(Stored data entries)
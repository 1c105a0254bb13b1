//! `loopbal reconcile`: the engine on files, no server. Reads the model and the readings,
//! runs every period found as the service does (`period_run`), and prints the reports as one
//! JSON array.

use std::collections::BTreeMap;
use std::io::Write;
use std::path::Path;
use std::process::ExitCode;

use anyhow::Context;
use chrono::{DateTime, Utc};
use reconcile::{Report, ReportStatus};

use crate::period_run::{self, PeriodReading};
use crate::readings::{self, ReadingsError};
use crate::BadInput;

/// A model file stands alone: its runs are of revision 1, as the service numbers a plant's
/// first model.
const FILE_REVISION: i64 = 1;

/// Longest listing of replaced readings; a file that repeats itself says so in a few lines.
const MAX_LISTED: usize = 50;

pub struct Options<'a> {
    pub model: &'a Path,
    pub readings: &'a Path,
    pub from: Option<DateTime<Utc>>,
    pub to: Option<DateTime<Utc>>,
    /// Write each period's engine wall time to standard error (`--timing`).
    pub timing: bool,
}

/// The readings of a file grouped by the periods of `plant`.
pub fn file_periods(
    plant: &reconcile::Plant,
    path: &Path,
) -> anyhow::Result<BTreeMap<DateTime<Utc>, Vec<PeriodReading>>> {
    let file = path.display();
    let bytes =
        std::fs::read(path).map_err(|e| BadInput::new(format!("{file}: cannot read: {e}")))?;
    let format = readings::detect(path, &bytes);
    let parsed = readings::parse(&bytes, format, plant).map_err(|e| describe(&file, e))?;
    Ok(period_run::by_period(plant, parsed.readings))
}

/// One period of a file's: the one containing `at`, else the last. `purpose` says what it is
/// for in the refusal (`the base case`).
pub fn one_period(
    plant: &reconcile::Plant,
    path: &Path,
    at: Option<DateTime<Utc>>,
    purpose: &str,
) -> anyhow::Result<(DateTime<Utc>, Vec<PeriodReading>)> {
    let file = path.display();
    let mut periods = file_periods(plant, path)?;
    let picked = match at {
        Some(t) => {
            let start = reconcile::period::period_start(t, plant.period_seconds);
            periods.remove(&start).map(|r| (start, r)).ok_or_else(|| {
                BadInput::new(format!(
                    "--period: {file} has no readings in the period starting {}",
                    start.to_rfc3339_opts(chrono::SecondsFormat::Secs, true)
                ))
            })?
        }
        None => periods
            .pop_last()
            .ok_or_else(|| BadInput::new(format!("{file}: no readings, so no {purpose}")))?,
    };
    Ok(picked)
}

pub fn reconcile(opts: &Options) -> anyhow::Result<ExitCode> {
    let plant = crate::model_file::load(opts.model)?;
    let file = opts.readings.display();
    let bytes = std::fs::read(opts.readings)
        .map_err(|e| BadInput::new(format!("{file}: cannot read: {e}")))?;
    let format = readings::detect(opts.readings, &bytes);
    let parsed = readings::parse(&bytes, format, &plant).map_err(|e| describe(&file, e))?;

    let mut stderr = std::io::stderr().lock();
    for (n, r) in parsed.replaced.iter().enumerate() {
        if n == MAX_LISTED {
            let _ = writeln!(
                stderr,
                "note: {file}: {} more replaced reading(s)",
                parsed.replaced.len() - MAX_LISTED
            );
            break;
        }
        let _ = writeln!(
            stderr,
            "note: {file}: {} replaces {} (same tag and time; the later one counts)",
            r.later, r.earlier
        );
    }
    if parsed.readings.is_empty() {
        let _ = writeln!(stderr, "note: {file}: no readings, so no periods");
    }

    // The service's run of a period, on the periods of the file: the same screens and
    // warnings as the scheduler's, so the same readings give the same report.
    let periods = period_run::by_period(&plant, parsed.readings)
        .into_iter()
        .filter(|(start, _)| opts.from.is_none_or(|from| *start >= from))
        .filter(|(start, _)| opts.to.is_none_or(|to| *start < to));
    let mut reports: Vec<Report> = Vec::new();
    let mut crashed = Vec::new();
    let mut timings = Vec::new();
    let mut prepared = reconcile::Prepared::new(&plant);
    for (start, readings) in periods {
        // The engine promises not to panic; should it break that promise on some input, the
        // other periods are still reported and the run fails (exit 1) instead of aborting.
        // Files carry no technicians' notes, so no meter is left out; a command on files has
        // no time limit, so a run always finishes.
        // The file is one revision: its periods share one `Prepared`.
        let never = reconcile::Cancel::never();
        let run = std::panic::AssertUnwindSafe(|| {
            period_run::run_period_prepared(
                &plant,
                &mut prepared,
                FILE_REVISION,
                start,
                readings,
                Vec::new(),
                &never,
            )
        });
        let began = std::time::Instant::now();
        let outcome = std::panic::catch_unwind(run);
        timings.push((start, began.elapsed()));
        match outcome {
            Ok(Ok(run)) => reports.push(run.report),
            Ok(Err(reconcile::Cancelled)) => crashed.push(start),
            Err(_) => {
                // A panic may have left it half-updated: the next period prepares afresh.
                prepared = reconcile::Prepared::new(&plant);
                crashed.push(start);
            }
        }
    }
    // Written after the runs, so that writing them is not timed (bench/peer/ reads them).
    if opts.timing {
        for (start, elapsed) in &timings {
            let _ = writeln!(
                stderr,
                "timing: {} {:.9} s",
                start.to_rfc3339_opts(chrono::SecondsFormat::Secs, true),
                elapsed.as_secs_f64()
            );
        }
    }

    let mut stdout = std::io::stdout().lock();
    serde_json::to_writer_pretty(&mut stdout, &reports)
        .map_err(anyhow::Error::from)
        .and_then(|()| writeln!(stdout).map_err(anyhow::Error::from))
        .and_then(|()| stdout.flush().map_err(anyhow::Error::from))
        .context("cannot write the reports to standard output")?;

    // A period the engine could not reconcile is a failed run, not bad input: the reports
    // are all printed so the user sees which periods and why.
    let failed: Vec<&Report> = reports
        .iter()
        .filter(|r| {
            matches!(
                r.status,
                ReportStatus::NotConverged | ReportStatus::Infeasible
            )
        })
        .collect();
    for r in &failed {
        let _ = writeln!(
            stderr,
            "{file}: period {} was not reconciled: status {} (see its warnings)",
            r.period_start, r.status
        );
    }
    for start in &crashed {
        let _ = writeln!(
            stderr,
            "{file}: period {}: the engine failed (a bug); no report",
            start.to_rfc3339_opts(chrono::SecondsFormat::Secs, true)
        );
    }
    Ok(if failed.is_empty() && crashed.is_empty() {
        ExitCode::SUCCESS
    } else {
        ExitCode::from(1)
    })
}

pub(crate) fn describe(file: &dyn std::fmt::Display, error: ReadingsError) -> BadInput {
    match error {
        ReadingsError::File(message) => BadInput::new(format!("{file}: {message}")),
        // A file wrong throughout says so in a few lines: the first bad readings (the list
        // holds at most readings::MAX_LISTED_BAD), then the count.
        ReadingsError::Bad(bad) => {
            let mut lines: Vec<String> =
                bad.listed.iter().map(|b| format!("{file}: {b}")).collect();
            if bad.total > bad.listed.len() {
                lines.push(format!(
                    "{file}: {} more bad reading(s) not listed",
                    bad.total - bad.listed.len()
                ));
            }
            lines.push(format!(
                "{file}: {} bad reading(s); nothing was reconciled",
                bad.total
            ));
            BadInput::lines(lines)
        }
    }
}
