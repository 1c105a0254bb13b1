//! The smallest plant the shell's unit tests need: one node, one feed meter.

pub(crate) const TEE: &str = r#"
name = "tee"
[[component]]
id = "A"
molar_mass = 2.0
[[unit]]
id = "n"
kind = "node"
[[stream]]
id = "in"
from = "outside"
to = "n"
[[stream]]
id = "out"
from = "n"
to = "outside"
[[meter]]
tag = "F-1"
stream = "in"
quantity = "molar_flow"
uom = "kmol/h"
sigma = 1.0
"#;
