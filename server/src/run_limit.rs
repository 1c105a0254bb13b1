//! How long a period run may take, and how long a period whose run was abandoned waits before
//! it is tried again.
//!
//! The limit is on the run's computation (the screens, the engine and the per-meter records,
//! on the blocking thread; not the store's reads and writes around it). A run that passes it
//! is abandoned (the engine stops at its next checkpoint, `reconcile::Cancel`), its claim is
//! given up and the failure recorded (`store::failures`), and the period is retried after a
//! backoff, so one period the engine cannot finish never holds a worker, nor its claim, for
//! good, and the other periods and plants go on.
//!
//! By default the limit grows with the model, since the engine's work on a period grows with
//! its states (about linearly for the estimate and the sparse classification; see
//! docs/performance.md): max(5 s, 3 s per 100 states). That is two orders of magnitude above
//! the measured times (the 2,002-stream network's 16,478 states get 494 s for a period the
//! benchmark reconciles in under 1 s), so only a run that has gone wrong reaches it.
//! `--run-timeout` sets one fixed limit for every model instead.

use std::time::Duration;

use reconcile::equations::Layout;
use reconcile::Plant;

/// The least limit of the default rule.
pub const FLOOR: Duration = Duration::from_secs(5);
/// The default rule's time per state: 3 s per 100 states.
pub const PER_STATE: Duration = Duration::from_millis(30);

/// The backoff after a period's first abandoned run; it doubles with each further one.
pub const FIRST_BACKOFF: Duration = Duration::from_secs(60);
/// The longest backoff.
pub const MAX_BACKOFF: Duration = Duration::from_secs(3600);

/// How long a period run may take.
#[derive(Debug, Clone, Copy, PartialEq, Eq, Default)]
pub enum RunLimit {
    /// max([`FLOOR`], [`PER_STATE`] × the model's states): the default.
    #[default]
    PerModel,
    /// The same limit for every model (`--run-timeout`). The command line takes whole
    /// seconds from 1; the library takes any (the tests give a few milliseconds).
    Fixed(Duration),
}

impl RunLimit {
    /// The limit of a run of `plant`.
    pub fn for_model(&self, plant: &Plant) -> Duration {
        match self {
            RunLimit::PerModel => per_model(states(plant)),
            RunLimit::Fixed(limit) => *limit,
        }
    }
}

/// The default rule for a model of `states` states.
pub fn per_model(states: usize) -> Duration {
    let states = u32::try_from(states).unwrap_or(u32::MAX);
    PER_STATE.saturating_mul(states).max(FLOOR)
}

/// The states the engine estimates for `plant` (each stream's component flows, each reaction's
/// extent, each splitter outlet's fraction): the `states` of a report's diagnostics.
pub fn states(plant: &Plant) -> usize {
    Layout::new(plant).n
}

/// How long a period waits after its `failures`-th abandoned run in a row (counting from 1):
/// [`FIRST_BACKOFF`], doubling with each, at most [`MAX_BACKOFF`].
pub fn backoff(failures: i64) -> Duration {
    let doublings = u32::try_from(failures.saturating_sub(1).clamp(0, 31)).unwrap_or(31);
    FIRST_BACKOFF
        .saturating_mul(1u32 << doublings)
        .min(MAX_BACKOFF)
}

/// A limit as the messages and the stored reason say it: seconds, without trailing zeros
/// (`5 s`, `0.02 s`, `124.2 s`).
pub fn seconds(limit: Duration) -> String {
    format!("{} s", limit.as_secs_f64())
}

#[cfg(test)]
mod tests {
    use super::*;

    #[test]
    fn the_default_limit_is_three_seconds_per_hundred_states_and_at_least_five() {
        assert_eq!(per_model(0), FLOOR);
        assert_eq!(per_model(100), FLOOR);
        assert_eq!(per_model(200), Duration::from_secs(6));
        assert_eq!(per_model(4_140), Duration::from_millis(124_200));
        assert_eq!(seconds(per_model(4_140)), "124.2 s");
        assert_eq!(per_model(usize::MAX), PER_STATE * u32::MAX);
        // The tee of the shell's tests: one component on two streams.
        let tee = reconcile::parse_plant(&crate::test_plants::tee_with_feed_meter()).unwrap();
        assert_eq!(states(&tee), 2);
        assert_eq!(RunLimit::PerModel.for_model(&tee), FLOOR);
        let fixed = Duration::from_millis(20);
        assert_eq!(RunLimit::Fixed(fixed).for_model(&tee), fixed);
        assert_eq!(seconds(fixed), "0.02 s");
    }

    #[test]
    fn the_backoff_doubles_from_a_minute_up_to_an_hour() {
        let minutes = |n: i64| backoff(n).as_secs() / 60;
        assert_eq!(
            (1..=8).map(minutes).collect::<Vec<_>>(),
            [1, 2, 4, 8, 16, 32, 60, 60]
        );
        assert_eq!(backoff(i64::MAX), MAX_BACKOFF);
        // Never less than the first, whatever the count says.
        assert_eq!(backoff(0), FIRST_BACKOFF);
        assert_eq!(backoff(-3), FIRST_BACKOFF);
    }
}
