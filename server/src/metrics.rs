//! The service's counters, exposed at `GET /metrics` in the Prometheus text exposition format
//! (version 0.0.4). Kept by hand: a few atomics and two histograms need no library.

use std::collections::BTreeMap;
use std::fmt::Write as _;
use std::sync::atomic::{AtomicU64, Ordering};
use std::sync::Mutex;
use std::time::Duration;

/// Upper bounds (seconds) of the latency buckets: 1 ms to 60 s, roughly ×2.5 apart.
const LATENCY_BUCKETS: [f64; 12] = [
    0.001, 0.0025, 0.005, 0.01, 0.025, 0.05, 0.1, 0.25, 0.5, 1.0, 5.0, 60.0,
];

/// A cumulative histogram of durations.
#[derive(Debug, Default)]
struct Histogram {
    counts: [u64; LATENCY_BUCKETS.len()],
    count: u64,
    sum: f64,
}

impl Histogram {
    fn observe(&mut self, seconds: f64) {
        for (bound, count) in LATENCY_BUCKETS.iter().zip(self.counts.iter_mut()) {
            if seconds <= *bound {
                *count += 1;
            }
        }
        self.count += 1;
        self.sum += seconds;
    }

    fn render(&self, out: &mut String, name: &str, labels: &str) {
        let sep = if labels.is_empty() { "" } else { "," };
        for (bound, count) in LATENCY_BUCKETS.iter().zip(self.counts.iter()) {
            let _ = writeln!(out, "{name}_bucket{{{labels}{sep}le=\"{bound}\"}} {count}");
        }
        let _ = writeln!(
            out,
            "{name}_bucket{{{labels}{sep}le=\"+Inf\"}} {}",
            self.count
        );
        let braces = if labels.is_empty() {
            String::new()
        } else {
            format!("{{{labels}}}")
        };
        let _ = writeln!(out, "{name}_sum{braces} {}", self.sum);
        let _ = writeln!(out, "{name}_count{braces} {}", self.count);
    }
}

/// Request key: (method, route template, status). The route is the template
/// (`/api/v1/plants/{plant}/readings`), never the raw path, so plant names do not multiply
/// series and no query string reaches the metrics.
type RequestKey = (String, String, u16);

#[derive(Debug, Default)]
pub struct Metrics {
    requests: Mutex<BTreeMap<RequestKey, u64>>,
    request_latency: Mutex<BTreeMap<String, Histogram>>,
    readings_accepted: AtomicU64,
    readings_replaced: AtomicU64,
    readings_unchanged: AtomicU64,
    readings_rejected: AtomicU64,
    runs: Mutex<BTreeMap<String, u64>>,
    run_duration: Mutex<Histogram>,
    runs_abandoned: AtomicU64,
}

fn lock<T>(m: &Mutex<T>) -> std::sync::MutexGuard<'_, T> {
    // A counter is still right after a panic elsewhere held the lock: keep counting.
    m.lock().unwrap_or_else(|poisoned| poisoned.into_inner())
}

impl Metrics {
    pub fn request(&self, method: &str, route: &str, status: u16, latency: Duration) {
        *lock(&self.requests)
            .entry((method.to_string(), route.to_string(), status))
            .or_default() += 1;
        lock(&self.request_latency)
            .entry(route.to_string())
            .or_default()
            .observe(latency.as_secs_f64());
    }

    pub fn readings(&self, accepted: usize, replaced: usize, unchanged: usize, rejected: usize) {
        self.readings_accepted
            .fetch_add(accepted as u64, Ordering::Relaxed);
        self.readings_replaced
            .fetch_add(replaced as u64, Ordering::Relaxed);
        self.readings_unchanged
            .fetch_add(unchanged as u64, Ordering::Relaxed);
        self.readings_rejected
            .fetch_add(rejected as u64, Ordering::Relaxed);
    }

    /// A finished period run, by its report status.
    pub fn run(&self, status: &str, duration: Duration) {
        *lock(&self.runs).entry(status.to_string()).or_default() += 1;
        lock(&self.run_duration).observe(duration.as_secs_f64());
    }

    /// A period run abandoned at its time limit.
    pub fn run_abandoned(&self) {
        self.runs_abandoned.fetch_add(1, Ordering::Relaxed);
    }

    pub fn render(&self) -> String {
        let mut out = String::new();
        out.push_str(
            "# HELP loopbal_http_requests_total HTTP requests answered, by method, route and status.\n\
             # TYPE loopbal_http_requests_total counter\n",
        );
        for ((method, route, status), n) in lock(&self.requests).iter() {
            let _ = writeln!(
                out,
                "loopbal_http_requests_total{{method=\"{method}\",route=\"{}\",status=\"{status}\"}} {n}",
                escape(route)
            );
        }
        out.push_str(
            "# HELP loopbal_http_request_duration_seconds Time to answer a request, by route.\n\
             # TYPE loopbal_http_request_duration_seconds histogram\n",
        );
        for (route, h) in lock(&self.request_latency).iter() {
            h.render(
                &mut out,
                "loopbal_http_request_duration_seconds",
                &format!("route=\"{}\"", escape(route)),
            );
        }
        let counters = [
            ("accepted", &self.readings_accepted, "new readings stored"),
            (
                "replaced",
                &self.readings_replaced,
                "stored readings whose value or quality changed",
            ),
            (
                "unchanged",
                &self.readings_unchanged,
                "identical resends of stored readings",
            ),
            (
                "rejected",
                &self.readings_rejected,
                "lines refused with a reason",
            ),
        ];
        for (name, counter, help) in counters {
            let _ = writeln!(
                out,
                "# HELP loopbal_readings_{name}_total Readings posted: {help}.\n\
                 # TYPE loopbal_readings_{name}_total counter\n\
                 loopbal_readings_{name}_total {}",
                counter.load(Ordering::Relaxed)
            );
        }
        out.push_str(
            "# HELP loopbal_runs_total Period runs finished, by report status.\n\
             # TYPE loopbal_runs_total counter\n",
        );
        for (status, n) in lock(&self.runs).iter() {
            let _ = writeln!(
                out,
                "loopbal_runs_total{{status=\"{}\"}} {n}",
                escape(status)
            );
        }
        out.push_str(
            "# HELP loopbal_run_duration_seconds Time to reconcile one period.\n\
             # TYPE loopbal_run_duration_seconds histogram\n",
        );
        lock(&self.run_duration).render(&mut out, "loopbal_run_duration_seconds", "");
        let _ = writeln!(
            out,
            "# HELP loopbal_runs_abandoned_total Period runs abandoned at their time limit.\n\
             # TYPE loopbal_runs_abandoned_total counter\n\
             loopbal_runs_abandoned_total {}",
            self.runs_abandoned.load(Ordering::Relaxed)
        );
        out
    }
}

/// Label values escape backslash, double quote and newline (exposition format).
fn escape(value: &str) -> String {
    value
        .replace('\\', "\\\\")
        .replace('"', "\\\"")
        .replace('\n', "\\n")
}

#[cfg(test)]
mod tests {
    use super::*;

    #[test]
    fn histogram_buckets_are_cumulative_and_counters_render() {
        let m = Metrics::default();
        m.request("GET", "/healthz", 200, Duration::from_millis(3));
        m.request("GET", "/healthz", 200, Duration::from_millis(700));
        m.readings(5, 1, 2, 3);
        let text = m.render();
        assert!(text.contains(
            "loopbal_http_requests_total{method=\"GET\",route=\"/healthz\",status=\"200\"} 2"
        ));
        // 3 ms falls in le=0.005 and above; 700 ms only from le=1 up.
        assert!(text.contains("route=\"/healthz\",le=\"0.0025\"} 0"));
        assert!(text.contains("route=\"/healthz\",le=\"0.005\"} 1"));
        assert!(text.contains("route=\"/healthz\",le=\"1\"} 2"));
        assert!(text.contains("route=\"/healthz\",le=\"+Inf\"} 2"));
        assert!(text.contains("loopbal_readings_rejected_total 3"));
        assert!(text.contains("loopbal_run_duration_seconds_count 0"));
        assert!(text.contains("\nloopbal_runs_abandoned_total 0\n"));
        m.run_abandoned();
        assert!(m.render().contains("\nloopbal_runs_abandoned_total 1\n"));
    }

    #[test]
    fn label_values_are_escaped() {
        assert_eq!(escape("a\"b\\c\nd"), "a\\\"b\\\\c\\nd");
    }
}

### [Work to complete]
A single integer is the expected output: the number of lines in the data that include the word "impl".

### [Exercise result]
3